Task input ->

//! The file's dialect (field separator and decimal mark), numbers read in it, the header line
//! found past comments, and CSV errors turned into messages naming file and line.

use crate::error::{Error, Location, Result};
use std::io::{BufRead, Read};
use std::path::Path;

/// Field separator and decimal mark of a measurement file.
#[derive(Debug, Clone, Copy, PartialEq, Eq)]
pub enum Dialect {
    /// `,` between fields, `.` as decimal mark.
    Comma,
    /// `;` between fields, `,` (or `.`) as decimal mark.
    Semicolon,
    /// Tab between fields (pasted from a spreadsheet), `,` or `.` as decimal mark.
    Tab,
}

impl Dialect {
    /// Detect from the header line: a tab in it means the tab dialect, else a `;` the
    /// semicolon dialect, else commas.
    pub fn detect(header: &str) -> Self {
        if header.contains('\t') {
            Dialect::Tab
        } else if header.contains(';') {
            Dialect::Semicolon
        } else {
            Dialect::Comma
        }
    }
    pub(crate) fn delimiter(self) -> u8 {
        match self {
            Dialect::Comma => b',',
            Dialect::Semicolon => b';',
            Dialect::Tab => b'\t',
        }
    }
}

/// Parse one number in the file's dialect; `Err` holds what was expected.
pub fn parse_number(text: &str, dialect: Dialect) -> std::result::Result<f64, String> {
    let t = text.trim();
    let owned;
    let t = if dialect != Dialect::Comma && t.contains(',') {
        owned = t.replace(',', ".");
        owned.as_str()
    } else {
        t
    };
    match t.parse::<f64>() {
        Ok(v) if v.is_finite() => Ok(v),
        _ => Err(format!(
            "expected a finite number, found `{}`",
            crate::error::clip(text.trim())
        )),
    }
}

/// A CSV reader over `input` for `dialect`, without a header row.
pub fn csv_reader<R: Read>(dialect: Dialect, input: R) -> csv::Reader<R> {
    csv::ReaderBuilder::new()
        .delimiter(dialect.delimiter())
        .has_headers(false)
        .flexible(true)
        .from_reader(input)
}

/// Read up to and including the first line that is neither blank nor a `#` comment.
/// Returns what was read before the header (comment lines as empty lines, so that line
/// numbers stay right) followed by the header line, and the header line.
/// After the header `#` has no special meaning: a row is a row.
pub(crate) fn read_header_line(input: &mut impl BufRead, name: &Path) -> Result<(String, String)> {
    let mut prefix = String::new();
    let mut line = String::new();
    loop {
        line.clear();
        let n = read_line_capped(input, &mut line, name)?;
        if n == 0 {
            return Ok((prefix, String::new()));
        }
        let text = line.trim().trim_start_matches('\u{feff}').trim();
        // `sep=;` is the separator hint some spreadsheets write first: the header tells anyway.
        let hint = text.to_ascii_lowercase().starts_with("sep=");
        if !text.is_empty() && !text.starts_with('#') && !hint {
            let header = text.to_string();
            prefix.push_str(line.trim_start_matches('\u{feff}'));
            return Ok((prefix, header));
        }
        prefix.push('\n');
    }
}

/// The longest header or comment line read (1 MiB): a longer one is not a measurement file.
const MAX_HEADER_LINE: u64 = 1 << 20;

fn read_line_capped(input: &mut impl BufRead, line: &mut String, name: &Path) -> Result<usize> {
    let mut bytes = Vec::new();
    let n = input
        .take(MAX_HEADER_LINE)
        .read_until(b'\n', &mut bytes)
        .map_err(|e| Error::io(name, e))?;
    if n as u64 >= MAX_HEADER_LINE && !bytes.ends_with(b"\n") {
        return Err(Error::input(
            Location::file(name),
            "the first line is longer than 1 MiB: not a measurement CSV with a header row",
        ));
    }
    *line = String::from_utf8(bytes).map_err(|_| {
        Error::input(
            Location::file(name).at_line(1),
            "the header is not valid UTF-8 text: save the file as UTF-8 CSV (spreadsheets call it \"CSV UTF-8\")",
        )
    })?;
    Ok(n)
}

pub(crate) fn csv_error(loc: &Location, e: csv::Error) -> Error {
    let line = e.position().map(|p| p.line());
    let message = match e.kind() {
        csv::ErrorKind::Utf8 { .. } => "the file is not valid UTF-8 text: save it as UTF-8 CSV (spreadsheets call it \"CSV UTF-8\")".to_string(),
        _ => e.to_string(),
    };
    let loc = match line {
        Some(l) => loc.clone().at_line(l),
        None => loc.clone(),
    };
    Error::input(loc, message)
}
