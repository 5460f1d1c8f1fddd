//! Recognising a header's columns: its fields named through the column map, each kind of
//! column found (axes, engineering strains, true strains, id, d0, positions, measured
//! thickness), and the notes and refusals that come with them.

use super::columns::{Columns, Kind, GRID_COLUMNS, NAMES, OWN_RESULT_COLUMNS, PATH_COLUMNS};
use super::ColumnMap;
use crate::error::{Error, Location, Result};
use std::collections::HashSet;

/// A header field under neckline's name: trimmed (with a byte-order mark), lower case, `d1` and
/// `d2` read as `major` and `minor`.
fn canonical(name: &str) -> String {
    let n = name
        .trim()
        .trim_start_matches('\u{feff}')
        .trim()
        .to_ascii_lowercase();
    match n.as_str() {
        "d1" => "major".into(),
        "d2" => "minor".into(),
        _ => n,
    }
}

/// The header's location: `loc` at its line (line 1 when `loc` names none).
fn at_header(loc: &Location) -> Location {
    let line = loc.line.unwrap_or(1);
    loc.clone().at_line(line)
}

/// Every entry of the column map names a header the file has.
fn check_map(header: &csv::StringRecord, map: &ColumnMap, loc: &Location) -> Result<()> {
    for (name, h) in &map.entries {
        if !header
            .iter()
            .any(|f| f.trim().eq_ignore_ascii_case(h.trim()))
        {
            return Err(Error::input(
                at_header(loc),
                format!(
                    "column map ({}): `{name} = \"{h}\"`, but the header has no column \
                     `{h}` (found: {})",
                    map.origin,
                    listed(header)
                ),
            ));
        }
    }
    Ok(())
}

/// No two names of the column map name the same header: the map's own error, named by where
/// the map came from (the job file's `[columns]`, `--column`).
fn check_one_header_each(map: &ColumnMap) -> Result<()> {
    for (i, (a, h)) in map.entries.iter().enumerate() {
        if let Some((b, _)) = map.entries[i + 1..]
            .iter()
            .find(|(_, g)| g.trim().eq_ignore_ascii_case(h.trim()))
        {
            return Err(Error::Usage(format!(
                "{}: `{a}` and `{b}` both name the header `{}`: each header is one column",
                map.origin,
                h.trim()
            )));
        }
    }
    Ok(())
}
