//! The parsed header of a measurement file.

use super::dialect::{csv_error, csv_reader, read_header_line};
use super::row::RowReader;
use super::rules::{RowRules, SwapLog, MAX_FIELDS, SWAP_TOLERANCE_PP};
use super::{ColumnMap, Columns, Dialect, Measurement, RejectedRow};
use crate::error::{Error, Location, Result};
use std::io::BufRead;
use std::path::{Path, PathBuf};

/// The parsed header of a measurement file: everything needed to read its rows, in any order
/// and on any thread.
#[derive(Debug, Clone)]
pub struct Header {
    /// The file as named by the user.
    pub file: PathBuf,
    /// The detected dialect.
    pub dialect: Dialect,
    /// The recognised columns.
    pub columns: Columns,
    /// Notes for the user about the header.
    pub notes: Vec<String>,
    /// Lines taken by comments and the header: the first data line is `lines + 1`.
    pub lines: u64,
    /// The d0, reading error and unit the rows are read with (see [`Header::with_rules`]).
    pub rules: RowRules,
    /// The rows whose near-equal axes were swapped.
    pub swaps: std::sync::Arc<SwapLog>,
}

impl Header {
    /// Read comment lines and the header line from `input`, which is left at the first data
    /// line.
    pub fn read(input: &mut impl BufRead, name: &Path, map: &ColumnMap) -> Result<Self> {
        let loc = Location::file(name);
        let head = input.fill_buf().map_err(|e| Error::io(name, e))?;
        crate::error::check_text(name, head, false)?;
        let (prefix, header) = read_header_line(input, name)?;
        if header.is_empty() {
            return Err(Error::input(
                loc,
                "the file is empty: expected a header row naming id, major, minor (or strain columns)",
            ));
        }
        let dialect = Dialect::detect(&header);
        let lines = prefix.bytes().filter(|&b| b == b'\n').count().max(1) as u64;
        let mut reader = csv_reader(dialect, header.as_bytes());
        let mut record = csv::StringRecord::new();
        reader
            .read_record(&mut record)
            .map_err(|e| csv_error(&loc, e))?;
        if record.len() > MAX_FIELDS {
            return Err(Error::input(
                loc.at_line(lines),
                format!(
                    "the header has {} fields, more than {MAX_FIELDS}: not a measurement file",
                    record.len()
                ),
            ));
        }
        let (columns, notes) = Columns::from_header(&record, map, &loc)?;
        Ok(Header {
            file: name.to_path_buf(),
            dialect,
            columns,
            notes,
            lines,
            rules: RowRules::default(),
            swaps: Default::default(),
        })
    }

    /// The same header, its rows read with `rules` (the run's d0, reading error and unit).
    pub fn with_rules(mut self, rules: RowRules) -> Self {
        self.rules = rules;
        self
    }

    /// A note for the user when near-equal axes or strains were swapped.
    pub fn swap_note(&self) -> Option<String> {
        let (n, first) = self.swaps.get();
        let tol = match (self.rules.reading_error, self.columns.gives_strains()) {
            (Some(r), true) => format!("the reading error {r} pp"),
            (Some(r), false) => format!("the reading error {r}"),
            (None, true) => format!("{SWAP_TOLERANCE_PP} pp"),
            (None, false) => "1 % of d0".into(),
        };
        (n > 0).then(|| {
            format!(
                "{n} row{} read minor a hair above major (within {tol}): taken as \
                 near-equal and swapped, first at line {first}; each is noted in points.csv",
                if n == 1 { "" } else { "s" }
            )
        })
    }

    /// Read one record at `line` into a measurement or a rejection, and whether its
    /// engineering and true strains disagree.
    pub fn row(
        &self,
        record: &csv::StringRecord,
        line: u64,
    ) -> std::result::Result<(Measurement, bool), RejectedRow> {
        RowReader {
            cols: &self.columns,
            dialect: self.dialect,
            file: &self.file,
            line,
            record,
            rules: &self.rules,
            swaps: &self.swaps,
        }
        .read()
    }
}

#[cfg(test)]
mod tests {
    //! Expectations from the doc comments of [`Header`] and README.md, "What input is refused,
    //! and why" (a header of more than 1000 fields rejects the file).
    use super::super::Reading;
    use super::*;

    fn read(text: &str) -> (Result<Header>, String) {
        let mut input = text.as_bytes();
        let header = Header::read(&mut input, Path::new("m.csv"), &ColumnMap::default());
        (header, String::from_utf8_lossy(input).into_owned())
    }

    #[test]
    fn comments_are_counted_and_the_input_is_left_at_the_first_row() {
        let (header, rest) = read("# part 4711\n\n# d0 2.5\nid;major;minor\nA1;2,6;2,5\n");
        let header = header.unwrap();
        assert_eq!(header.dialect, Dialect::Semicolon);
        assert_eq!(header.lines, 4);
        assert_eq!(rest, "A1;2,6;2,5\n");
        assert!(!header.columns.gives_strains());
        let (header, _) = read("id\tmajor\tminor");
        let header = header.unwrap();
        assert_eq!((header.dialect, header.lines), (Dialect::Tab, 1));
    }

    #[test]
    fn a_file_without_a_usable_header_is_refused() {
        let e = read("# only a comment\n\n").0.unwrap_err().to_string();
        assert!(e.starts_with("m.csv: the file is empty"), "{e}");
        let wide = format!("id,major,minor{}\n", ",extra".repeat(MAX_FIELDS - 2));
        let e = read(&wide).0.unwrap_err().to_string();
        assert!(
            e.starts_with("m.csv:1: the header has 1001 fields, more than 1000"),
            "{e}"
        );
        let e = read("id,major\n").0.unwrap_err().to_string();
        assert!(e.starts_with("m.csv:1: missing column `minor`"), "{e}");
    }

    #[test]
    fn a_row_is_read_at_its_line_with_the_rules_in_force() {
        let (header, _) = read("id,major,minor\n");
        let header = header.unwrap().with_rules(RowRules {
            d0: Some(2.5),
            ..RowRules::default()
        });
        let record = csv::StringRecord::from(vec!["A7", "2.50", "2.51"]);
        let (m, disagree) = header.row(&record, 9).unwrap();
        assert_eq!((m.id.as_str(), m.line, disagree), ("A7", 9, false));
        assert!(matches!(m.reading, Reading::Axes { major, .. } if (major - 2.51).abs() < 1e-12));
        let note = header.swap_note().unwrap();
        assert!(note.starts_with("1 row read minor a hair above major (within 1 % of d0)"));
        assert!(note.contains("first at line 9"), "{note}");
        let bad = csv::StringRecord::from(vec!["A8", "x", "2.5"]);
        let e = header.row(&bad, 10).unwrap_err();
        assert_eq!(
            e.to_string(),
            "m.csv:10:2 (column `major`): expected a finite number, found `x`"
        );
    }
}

Exercise instructions -> The expected output is every line of the records in which the string "valid" appears.

Exercise result ->
            "the header is not valid UTF-8 text: save the file as UTF-8 CSV (spreadsheets call it \"CSV UTF-8\")",
        csv::ErrorKind::Utf8 { .. } => "the file is not valid UTF-8 text: save it as UTF-8 CSV (spreadsheets call it \"CSV UTF-8\")".to_string(),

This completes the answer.